# Two Observations/Questions from Butchering Rabbits



## brentr (Aug 14, 2011)

I don't intend for this to be a dark and overly graphic thread, but not sure how to discuss otherwise and still be clear.

I butchered my first rabbits yesterday - seven of them.  I used a neck breaker very similar to the rabbit wringer that you can buy online.  I removed the head immediately after killing.  Two things surprised me.  First, the rabbits bled very little when I removed the head.  I thought they would bleed out more (when eviscerating them, I found quite a bit of blood pooled in the chest cavity - internal bleeding).  Second, after skinning and eviscerating the rabbits, I noticed that in almost all of them the neck meat was dark with congealed blood.  I would compare the appearance and coloration to bloodshot meat in a deer that has been killed in hunting season.  This really surprised me, and makes me wonder if my technique is the cause, or if this is normal.  My Youtube research proved inconclusive due to varied camera angles, etc. 

So for all you who slaughter by neck breaking: do you experience the same thing?  Observations or suggestions?  Should I just plan to cut off the discolored neck close to the shoulders and discard when cutting them up for freezing?

On a related note, I'm really pleased with the production outcome.  These were 12 wk old NZW x Chinchilla rabbits, and the dressed weight on all of them was just shy of 3 lbs.  From seven rabbits I put 20 lbs of meat in the freezer (bone in).


----------



## doubled (Aug 15, 2011)

The neck bruising is why I quit useing the neck break method, it looks bad when you sell/give away the meat. That is normal since your dislocating the neck and along with it severing blood vessels, Rabbits don't bleed much, I'm amazed    at the people that say you MUST cut the throat or cut off the head to bleed it out, it's not a hog or a deer. I have been butchering rabbits along time      and have always used a type of boltgun to dispatch the animals, you can also just use a piece of rebar to strike the head just set the animal down and strike it between the ears and eyes with a ballpeen hammer-- same result.

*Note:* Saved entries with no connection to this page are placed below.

#[cfg(test)]
mod tests {
    use super::*;
    use crate::report::svg_test::*;
    use approx::assert_relative_eq;

    /// Straight-line series (so interpolation is exact): theta3 = c, theta4 = 200 - c / 2,
    /// mu = 20 + c / 2 for crank c on [lo, hi] every 5 degrees.
    fn line_branch(lo: f64, hi: f64) -> Vec<AngleSample> {
        let n = ((hi - lo) / 5.0).round() as usize;
        (0..=n)
            .map(|k| {
                let c = lo + 5.0 * k as f64;
                AngleSample {
                    crank: c,
                    theta3: c,
                    theta4: 200.0 - 0.5 * c,
                    mu: 20.0 + 0.5 * c,
                }
            })
            .collect()
    }

    #[test]
    fn angle_plot_series_band_and_targets() {
        let branches = vec![line_branch(0.0, 120.0), line_branch(200.0, 300.0)];
        let svg = angle_plot(&branches, &[30.0, 250.0, 330.0], (700, 460));
        let doc = parse(&svg);
        for class in ["theta3", "theta4", "mu"] {
            let p = by_class(&doc, "path", class);
            assert_eq!(p.len(), 1, "{class}");
            assert_eq!(subpaths(&p[0]), 2, "{class}: one stroke per branch");
        }
        // Target 3 (330 deg) lies outside the plotted crank range even moved by a turn.
        assert_eq!(by_class(&doc, "g", "target-mark").len(), 2);
        // The mu values at the targets (30 -> 35 deg, 250 -> 145 deg) fix the pixel scale
        // of the mu axis; the band must span exactly 40..140 deg on it.
        let rings: Vec<f64> = by_class(&doc, "circle", "target-value")
            .iter()
            .filter(|c| c.attribute("stroke") == Some(style::GENERATED.hex().as_str()))
            .map(|c| attr(c, "cy"))
            .collect();
        assert_eq!(rings.len(), 2);
        let per_deg = (rings[0] - rings[1]) / (145.0 - 35.0);
        let y_of = |mu: f64| rings[0] - (mu - 35.0) * per_deg;
        let band = &by_class(&doc, "rect", "band")[0];
        assert_relative_eq!(attr(band, "y"), y_of(MU_BAND_HIGH), epsilon = 0.05);
        assert_relative_eq!(
            attr(band, "y") + attr(band, "height"),
            y_of(MU_BAND_LOW),
            epsilon = 0.05
        );
    }

    fn worst_label(svg: &str) -> String {
        let doc = parse(svg);
        let g = by_class(&doc, "g", "worst-mu");
        assert_eq!(g.len(), 1);
        g[0].descendants()
            .find(|n| n.has_tag_name("text"))
            .and_then(|n| n.text())
            .expect("label")
            .trim()
            .to_owned()
    }

    // mu = 20 + c / 2 on a rocking branch over crank 0..120: everywhere the worst quality
    // is at crank 0 (20 deg), but between targets at 30 and 90 it is at 30 (35 deg). On a
    // full turn the whole motion counts.
    #[test]
    fn worst_transmission_between_targets_when_rocking() {
        let rocking = vec![line_branch(0.0, 120.0)];
        assert_eq!(
            worst_label(&angle_plot(&rocking, &[90.0, 30.0], (600, 400))),
            "worst 35.0° between targets"
        );
        assert_eq!(
            worst_label(&angle_plot(&rocking, &[], (600, 400))),
            "worst 20.0°"
        );
        let mut turn = line_branch(0.0, 360.0);
        for a in &mut turn {
            a.mu = 90.0 - 60.0 * (a.crank.to_radians()).cos();
        }
        assert_eq!(
            worst_label(&angle_plot(&[turn], &[90.0, 200.0], (600, 400))),
            "worst 30.0°"
        );
    }

    #[test]
    fn series_break_at_wraps_and_gaps() {
        // theta4 wraps from 355 to 0 degrees at crank 25..30; a hole of 25 degrees in the
        // crank samples after 35.
        let mut b = line_branch(0.0, 60.0);
        for s in &mut b {
            s.theta4 = (330.0 + s.crank) % 360.0;
        }
        b.retain(|s| !(40.0..=55.0).contains(&s.crank));
        let doc_svg = angle_plot(&[b], &[], (500, 400));
        let doc = parse(&doc_svg);
        assert_eq!(subpaths(&by_class(&doc, "path", "theta3")[0]), 2);
        assert_eq!(subpaths(&by_class(&doc, "path", "theta4")[0]), 3);
        assert!(by_class(&doc, "g", "target-mark").is_empty());
    }

    #[test]
    fn function_and_error_plots() {
        let x: Vec<f64> = (0..=20).map(|k| k as f64 * 0.05).collect();
        let desired: Vec<f64> = x.iter().map(|v| v * v).collect();
        let mut generated: Vec<f64> = x.iter().map(|v| v * v + 0.01 * (v - 0.5)).collect();
        generated[10] = f64::NAN;
        let pxs = [0.1, 0.5, 0.9, 7.0];
        let svg = function_plot(&x, &desired, &generated, &pxs, ("x", "y"), (600, 400));
        let doc = parse(&svg);
        assert_eq!(subpaths(&by_class(&doc, "path", "desired")[0]), 1);
        assert_eq!(subpaths(&by_class(&doc, "path", "generated")[0]), 2);
        // 7.0 is outside the input range.
        assert_eq!(by_class(&doc, "circle", "precision-point").len(), 3);
        assert!(!svg.contains("NaN"));

        let err: Vec<f64> = generated.iter().zip(&desired).map(|(g, d)| g - d).collect();
        let svg = error_plot(&x, &err, &pxs, ("x", "error"), (600, 300));
        let doc = parse(&svg);
        let zero = &by_class(&doc, "line", "zero")[0];
        let rings = by_class(&doc, "circle", "precision-point");
        assert_eq!(rings.len(), 3);
        for r in rings {
            assert_relative_eq!(attr(&r, "cy"), attr(zero, "y1"), epsilon = 1e-9);
        }
        assert_eq!(subpaths(&by_class(&doc, "path", "error")[0]), 2);
    }

    #[test]
    fn empty_and_non_finite_input_gives_clean_svg() {
        let nan = f64::NAN;
        let bad = vec![vec![AngleSample {
            crank: nan,
            theta3: 1.0,
            theta4: nan,
            mu: nan,
        }]];
        for svg in [
            angle_plot(&[], &[], (0, 0)),
            angle_plot(&bad, &[nan], (300, 200)),
            function_plot(&[], &[], &[], &[], ("x", "y"), (300, 200)),
            function_plot(
                &[1.0, 2.0],
                &[nan, nan],
                &[nan, 3.0],
                &[nan],
                ("x", "y"),
                (300, 200),
            ),
            error_plot(&[], &[], &[], ("x", "e"), (300, 200)),
        ] {
            parse(&svg);
            assert!(!svg.contains("NaN") && !svg.contains("inf"), "{svg}");
        }
    }
}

Will not bruise the meat. 
Don't worry about it being GOREY, it's not--it's part of the process if you raise animals for consumption.


----------



## Citylife (Aug 15, 2011)

I use the wringer method and have the same thing happen.  It is normal when they are taken care of in a neck breaking manner.  I just cut it away.  As far as the blood in the chest cavity that happens from time to time but once skinned and gutted that washes out easily.  Rabbits do not have a lot of blood.  I have noticed this last batch I did had a lot of "body spasms" after totally butchered.  That was odd to me and I could see where it would freak a newbee out.  But, I process very quickly.  
I do one at a time, wringer, skin, gut out, wash, place in cold water and on to next one.....  10 minutes just went by.  I am guessing that is normal when your processing one so quickly.  
Good luck to you and hope you enjoy all of those great meals.


----------



## manybirds (Aug 15, 2011)

brentr said:
			
		

> I don't intend for this to be a dark and overly graphic thread, but not sure how to discuss otherwise and still be clear.
> 
> I butchered my first rabbits yesterday - seven of them.  I used a neck breaker very similar to the rabbit wringer that you can buy online.  I removed the head immediately after killing.  Two things surprised me.  First, the rabbits bled very little when I removed the head.  I thought they would bleed out more (when eviscerating them, I found quite a bit of blood pooled in the chest cavity - internal bleeding).  Second, after skinning and eviscerating the rabbits, I noticed that in almost all of them the neck meat was dark with congealed blood.  I would compare the appearance and coloration to bloodshot meat in a deer that has been killed in hunting season.  This really surprised me, and makes me wonder if my technique is the cause, or if this is normal.  My Youtube research proved inconclusive due to varied camera angles, etc.
> 
> ...


I can't be sure but i think you are supposed to kill (do not chop head off for this) then make slits at the side of the neck to bleed out and when it is bled out then cut the head off. i don't THINK u r supposed to cut off head right away.


----------



## Citylife (Aug 15, 2011)

Manybirds says:
I can't be sure but i think you are supposed to kill (do not chop head off for this) then make slits at the side of the neck to bleed out and when it is bled out then cut the head off. i don't THINK u r supposed to cut off head right away.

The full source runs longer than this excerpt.